Task description - Please work out the number of lines in the following material that include "this", and reply with only that number.

++++ Entries provided

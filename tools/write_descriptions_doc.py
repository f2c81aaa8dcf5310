"""Write ``docs/descriptions.md``: every section and key of motes' TOML description files.

Run from the repository root after a reader accepts a new key::

    .venv/bin/python tools/write_descriptions_doc.py

What each key *is* comes from the code where the code declares it:

* the key sets are those the readers pass to :func:`motes.tomlcheck.check_keys`
  (module constants such as ``motes.dust.model.description.MODEL_KEYS``);
* unit, allowed range, default and meaning of the model parameters (``porosity``,
  ``a_min``, ``q``, ``a_max``, ``angle``, ``systematic``) come from
  :data:`motes.parameters.PARAMETERS`;
* the settings tables that are dataclasses (``[settings]``, ``[sampler]``,
  ``[classify]``) take their defaults from the fields and type, unit and meaning
  from the class docstring (``name : float [mag]`` lines);
* everything else is described in :data:`DESCRIBED` below.

A key a reader accepts but nothing here describes is written with the meaning
``NOT DESCRIBED`` and listed by :func:`undescribed`; ``tests/test_descriptions_doc.py``
fails on it, on a described key no reader accepts, and on a stale page.
"""

from __future__ import annotations

import dataclasses
import math
import re
import sys
from dataclasses import dataclass
from pathlib import Path

OUTPUT = Path(__file__).resolve().parents[1] / "docs" / "descriptions.md"
UNDESCRIBED = "NOT DESCRIBED"


@dataclass(frozen=True)
class Key:
    """One key of one table: TOML type, unit, default, allowed values, meaning."""

    type: str
    unit: str = ""
    default: str = ""
    allowed: str = ""
    meaning: str = UNDESCRIBED


@dataclass(frozen=True)
class Section:
    """One table of a description file."""

    file: str          # heading of the file kind it belongs to
    table: str         # as written in the file, e.g. "[geometry]"
    keys: tuple        # the key names the reader accepts, in the reader's order
    described: dict    # key -> Key
    note: str = ""


# ------------------------------------------------------------------ helpers
def _um(text: str) -> str:
    return text.replace("um", "µm")


def _param(name: str, type_: str = "number", default: str | None = None, meaning: str | None = None) -> Key:
    """A key that is one of motes.parameters.PARAMETERS."""
    from motes.parameters import PARAMETERS

    p = PARAMETERS[name]
    if default is None:
        default = "" if p.default is None else f"{p.default:g}"
    return Key(type_, _um(p.unit_text), default, p.interval, meaning or p.meaning)


def _choice(values) -> str:
    return ", ".join(f'`"{v}"`' for v in values)


_TYPES = {"float": "number", "int": "integer", "bool": "boolean", "str": "string"}


def _docstring_keys(cls) -> dict:
    """``name : type [unit]`` entries of a numpydoc Parameters section, with the field defaults."""
    doc = cls.__doc__ or ""
    lines = doc.splitlines()
    out: dict = {}
    entry = None
    for line in lines:
        m = re.match(r"^    ([A-Za-z_][\w, ]*) : (.+)$", line)
        if m:
            names = [n.strip() for n in m.group(1).split(",")]
            type_text = m.group(2).strip()
            unit = ""
            u = re.search(r"\[([^\]]+)\]\s*$", type_text)
            if u:
                unit = u.group(1)
                type_text = type_text[:u.start()].strip()
            entry = {"names": names, "type": type_text, "unit": unit, "text": []}
            for n in names:
                out[n] = entry
        elif entry is not None and line.startswith("        "):
            entry["text"].append(line.strip())
        elif line.strip() and not line.startswith("        "):
            entry = None
    fields = {f.name: f for f in dataclasses.fields(cls)}
    keys = {}
    for name, f in fields.items():
        e = out.get(name)
        if f.default is not dataclasses.MISSING:
            default = f.default
        elif f.default_factory is not dataclasses.MISSING:
            default = f.default_factory()
        else:
            default = None
        if e is None:
            keys[name] = Key(_TYPES.get(type(default).__name__, ""), default=_show(default))
            continue
        type_text = e["type"]
        choices = re.fullmatch(r"\{(.+)\}", type_text)
        if choices:
            allowed = ", ".join(f"`{c.strip()}`" for c in choices.group(1).split(","))
            type_ = "string"
        else:
            allowed = ""
            base = type_text.split(" or ")[0].split()[0]
            type_ = _TYPES.get(base, type_text)
        meaning = _plain(" ".join(e["text"])) or UNDESCRIBED
        keys[name] = Key(type_, _um(e["unit"]), _show(default), allowed, meaning)
    return keys


def _plain(text: str) -> str:
    """reStructuredText roles and literals of a docstring as Markdown code."""
    text = re.sub(r":[a-z]+:`~?([^`]+)`", r"`\1`", text)
    return text.replace("``", "`")


def _show(value) -> str:
    if value is None:
        return "none"
    if isinstance(value, bool):
        return "true" if value else "false"
    if isinstance(value, str):
        return f'`"{value}"`'
    if isinstance(value, float):
        return "none" if math.isnan(value) else f"{value:g}"
    if isinstance(value, int):
        return str(value)
    if isinstance(value, (tuple, list, dict)) and not value:
        return "none"
    if isinstance(value, (tuple, list)) and all(isinstance(v, (bool, int, float, str)) for v in value):
        return "`[" + ", ".join(_toml_scalar(v) for v in value) + "]`"      # as written in the TOML
    return f"`{value!r}`"


def _toml_scalar(value) -> str:
    if isinstance(value, bool):
        return "true" if value else "false"
    if isinstance(value, str):
        return f'"{value}"'
    if isinstance(value, float):
        text = f"{value:g}"
        return text if any(c in text for c in ".en") else text + ".0"    # a float stays a float in TOML
    return str(value)


def _merge(base: dict, override: dict) -> dict:
    """``base`` with the fields of ``override`` entries replacing its own."""
    out = dict(base)
    for name, fields in override.items():
        out[name] = dataclasses.replace(out.get(name, Key("")), **fields)
    return out


# ------------------------------------------------------------------ the sections
TARGET = "Target file (`motes classify TARGET.toml`, `motes photometry`, `motes motion`)"
CLASSIFY = "Classification settings (`motes classify --settings FILE`)"
MODEL = "Dust-model sections (mixture, fit and grid files)"
MIXTURE = "Mixture file (`motes optics MIXTURE.toml`)"
FIT = "Fit description (`motes fit FIT.toml`)"
GRID = "Grid description (`motes grid run GRID.toml`)"
LIBRARY = "Spectral-library index (`motes-library.toml` in a library folder)"

_BAND_COMMON = {
    "shape": Key("string", allowed=_choice(("top-hat", "gaussian", "curve")), meaning="how the band is given"),
    "counting": Key("string", default="the file's counting mode", allowed=_choice(("photon", "energy")),
                    meaning="detector counting mode of this band"),
    "note": Key("string", default='`""`', meaning="free text shown with the band in outputs"),
}
_SPECTRUM_FILE = {
    "file": Key("string (path)", meaning="two columns, wavelength and flux density; relative to this file"),
    "wavelength_unit": Key("string", default='`"um"`', allowed="any astropy length unit",
                           meaning="unit of the wavelength column"),
    "flux": Key("string", default='`"f_lambda"`', allowed=_choice(("f_lambda", "f_nu")),
                meaning="what the second column is, in any unit (only colours are used)"),
}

++++++++

Exercise output - 2